README.md 3.6 KB

Novinky Polls

Download and render (as HTML, TeX, or plain text) opinion polls from Novinky.cz, a czech news site.

Installation

This software requires Python 3. See Python's website for installation instructions.

When you have Python 3 installed, install required packages with pip (Python's package management system):

pip install requests
pip install beautifulsoup4
pip install pystache

Then you can call the executables:

./novinky-polls-add-archive-org -h
./novinky-polls-add-current -h
./novinky-polls-render-html -h
./novinky-polls-render-print -h
./novinky-polls-render-text -h
./novinky-polls-analyze -h

Or you can install this software as a Python package, which will also install all the dependencies and make the executables available globally:

python setup.py install

novinky-polls-add-archive-org -h
novinky-polls-add-current -h
novinky-polls-render-html -h
novinky-polls-render-print -h
novinky-polls-render-text -h
novinky-polls-analyze -h

Usage

Each Novinky.cz's poll is identified by a unique ID. The poll data itself (title, answers, percents) are accessible using a public JSON API (for an example of an HTTP request to retrieve this data see novinky_polls/test/curl_one_poll_json.sh). The poll data however do not include information on when (date and time) the poll was present at Novinky.cz's homepage. Therefore we need to get this information elsewhere -- either from Archive.org or by checking current Novinky.cz's homepage and saving current timestamp.

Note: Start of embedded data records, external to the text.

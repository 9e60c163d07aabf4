// SPDX-License-Identifier: GPL-3.0-or-later
#include "method/tone_lines.h"

#include <array>
#include <cmath>
#include <numeric>

namespace kneeprint {

ToneLines::ToneLines(const Waveform& take, const HoldLayout& hold, const CoherentPair& tones,
                     const RigView& rig)
    : rig_(rig),
      rate_(take.rate),
      tones_(tones),
      steadied_(in_stimulus_time(take, hold, std::array{tones.cycles1, tones.cycles2}, rig)),
      spectra_(steadied_.or_else(take), hold, std::gcd(tones.cycles1, tones.cycles2),
               steadied_.emptied) {
  for (int b = 0; b < spectra_.blocks(); ++b) {
    turns_.push_back(
        {std::arg(spectra_.at(b, tones.cycles1)), std::arg(spectra_.at(b, tones.cycles2))});
  }
}

Hertz ToneLines::frequency(ProductIndex p) const {
  return Hertz(std::abs(p.k1 * tones_.f1.value() + p.k2 * tones_.f2.value()));
}

std::size_t ToneLines::bin(ProductIndex p) const {
  return static_cast<std::size_t>(std::abs(p.k1 * static_cast<long>(tones_.cycles1) +
                                           p.k2 * static_cast<long>(tones_.cycles2)));
}

bool ToneLines::in_reach(ProductIndex p) const {
  constexpr double kRounding = 1.0 + 1e-9;
  return frequency(p).value() <= kConverterShare * rig_.usable_rate(rate_).value() * kRounding;
}

Line ToneLines::product(ProductIndex p, int first) const {
  // A product at a negative frequency shows as the conjugate at the positive one.
  const bool negative = p.k1 * tones_.f1.value() + p.k2 * tones_.f2.value() < 0.0;
  const double sign = negative ? -1.0 : 1.0;
  const auto turn = [&](int block) {
    const auto& [turn1, turn2] = turns_[static_cast<std::size_t>(block)];
    return sign * (p.k1 * turn1 + p.k2 * turn2);
  };
  const Line read =
      p.order() == 1 ? spectra_.tone(bin(p), first) : spectra_.mean(bin(p), first, turn);
  Line l = steadied_.time.with_loss(read, frequency(p));
  // The tones' own turns in the return are given back: their phases were taken as recorded.
  const auto own = [&](Hertz f) { return rig_.response.ret(f).response; };
  const std::complex<double> share =
      own(frequency(p)) *
      std::polar(1.0, -sign * (p.k1 * std::arg(own(tones_.f1)) + p.k2 * std::arg(own(tones_.f2))));
  l.mean /= share;
  l.u /= std::abs(share);
  if (negative) l.mean = std::conj(l.mean);
  return l;
}

double ToneLines::split_u(ProductIndex p) const {
  return rig_.response.ret_ratio(frequency(p), tones_.f2).u.value() / kDbPerRelative;
}

}  // namespace kneeprint
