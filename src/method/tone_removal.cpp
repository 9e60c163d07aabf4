// SPDX-License-Identifier: GPL-3.0-or-later
#include "method/tone_removal.h"

#include <array>
#include <cmath>
#include <complex>
#include <numbers>
#include <vector>

namespace kneeprint {
namespace {

constexpr std::size_t kTerms = 4;
// Whole cycles make all the products of different orders vanish but those with the slope of an
// envelope: each pass leaves some 1e-4 of what it found.
constexpr int kPasses = 2;

std::array<double, kTerms> legendre(double u) {
  return {1.0, u, 0.5 * (3.0 * u * u - 1.0), 0.5 * u * (5.0 * u * u - 3.0)};
}

// exp(j 2 pi k / block), exact at every sample since whole cycles fill a block.
std::vector<std::complex<double>> turns(std::size_t block) {
  std::vector<std::complex<double>> table(block);
  for (std::size_t k = 0; k < block; ++k) {
    table[k] = std::polar(
        1.0, 2.0 * std::numbers::pi * static_cast<double>(k) / static_cast<double>(block));
  }
  return table;
}

}  // namespace

void remove_tones(std::span<double> x, const CoherentTone& tone, int orders) {
  const auto table = turns(tone.block);
  const auto size = static_cast<double>(x.size());
  const auto at = [&](std::size_t n) { return (2.0 * static_cast<double>(n) + 1.0) / size - 1.0; };
  for (int pass = 0; pass < kPasses; ++pass) {
    for (int order = 1; order <= orders; ++order) {
      const std::size_t step = tone.cycles * static_cast<std::size_t>(order);
      if (2 * step >= tone.block) break;
      std::array<std::complex<double>, kTerms> envelope{};
      for (std::size_t n = 0, k = 0; n < x.size(); ++n, k = (k + step) % tone.block) {
        const auto p = legendre(at(n));
        const std::complex<double> turned = x[n] * std::conj(table[k]);
        for (std::size_t i = 0; i < kTerms; ++i) envelope[i] += p[i] * turned;
      }
      // Norm of P_i over [-1, 1]: 2 / (2 i + 1); 2 for the half of a real tone at -f.
      for (std::size_t i = 0; i < kTerms; ++i) {
        envelope[i] *= 2.0 * (2.0 * static_cast<double>(i) + 1.0) / size;
      }
      for (std::size_t n = 0, k = 0; n < x.size(); ++n, k = (k + step) % tone.block) {
        const auto p = legendre(at(n));
        std::complex<double> sum = 0.0;
        for (std::size_t i = 0; i < kTerms; ++i) sum += envelope[i] * p[i];
        x[n] -= sum.real() * table[k].real() - sum.imag() * table[k].imag();
      }
    }
  }
}

}  // namespace kneeprint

This software works in two phases:

1. Create a map file mapping poll IDs to timestamps

Add poll IDs and timestamps archived by Archive.org to a map file:

novinky-polls-add-archive-org -i my_polls_map.txt

Add current poll ID with current timestamp to a map file:

novinky-polls-add-current -i my_polls_map.txt

The map file my_polls_map.txt now contains a map of poll IDs to timestamps:

20150101190335 13678
20150101190338 13678
20150102153411 None
20150102202406 13677
20150102202408 13677
...

Value None means that there was no poll in the time of the timestamp.

2. Download and render the polls

Once you have the map file, you can download the polls and render them in various formats.

HTML

novinky-polls-render-html -c my_cache_dir -i my_polls_map.txt -o my_polls_export.html -l cs_CZ.utf8

TeX

novinky-polls-render-print -c my_cache_dir -i my_polls_map.txt -o my_polls_export.tex -l cs_CZ.utf8

The TeX file is meant to be exported to PDF using lualatex.

Plain text

novinky-polls-render-text -c my_cache_dir -i my_polls_map.txt -o my_polls_export.txt -l cs_CZ.utf8

Categorize polls and print the statistics

novinky-polls-analyze -c my_cache_dir -i my_polls_map.txt

Help

Call any of the executables mentioned in Usage with the parameter -h or --help to see full documentation. Example:

novinky-polls-add-current -h

Contributing

Feel free to remix this piece of software. See NOTICE and LICENSE for license information.

You might find these reusable modules useful:

  • scraper.py contains functions to download Novinky.cz's homepage and parse the ID of the current poll. It also contains functions to download a poll from Novinky.cz's public JSON API.
  • analyzer.py contains function to parse Novinky.cz's poll JSON data and to read and write the map of poll IDs and dates.
  • reader.py puts scraper.py and analyzer.py together. Use it's functions to retrieve the data of all polls mentioned in the poll map.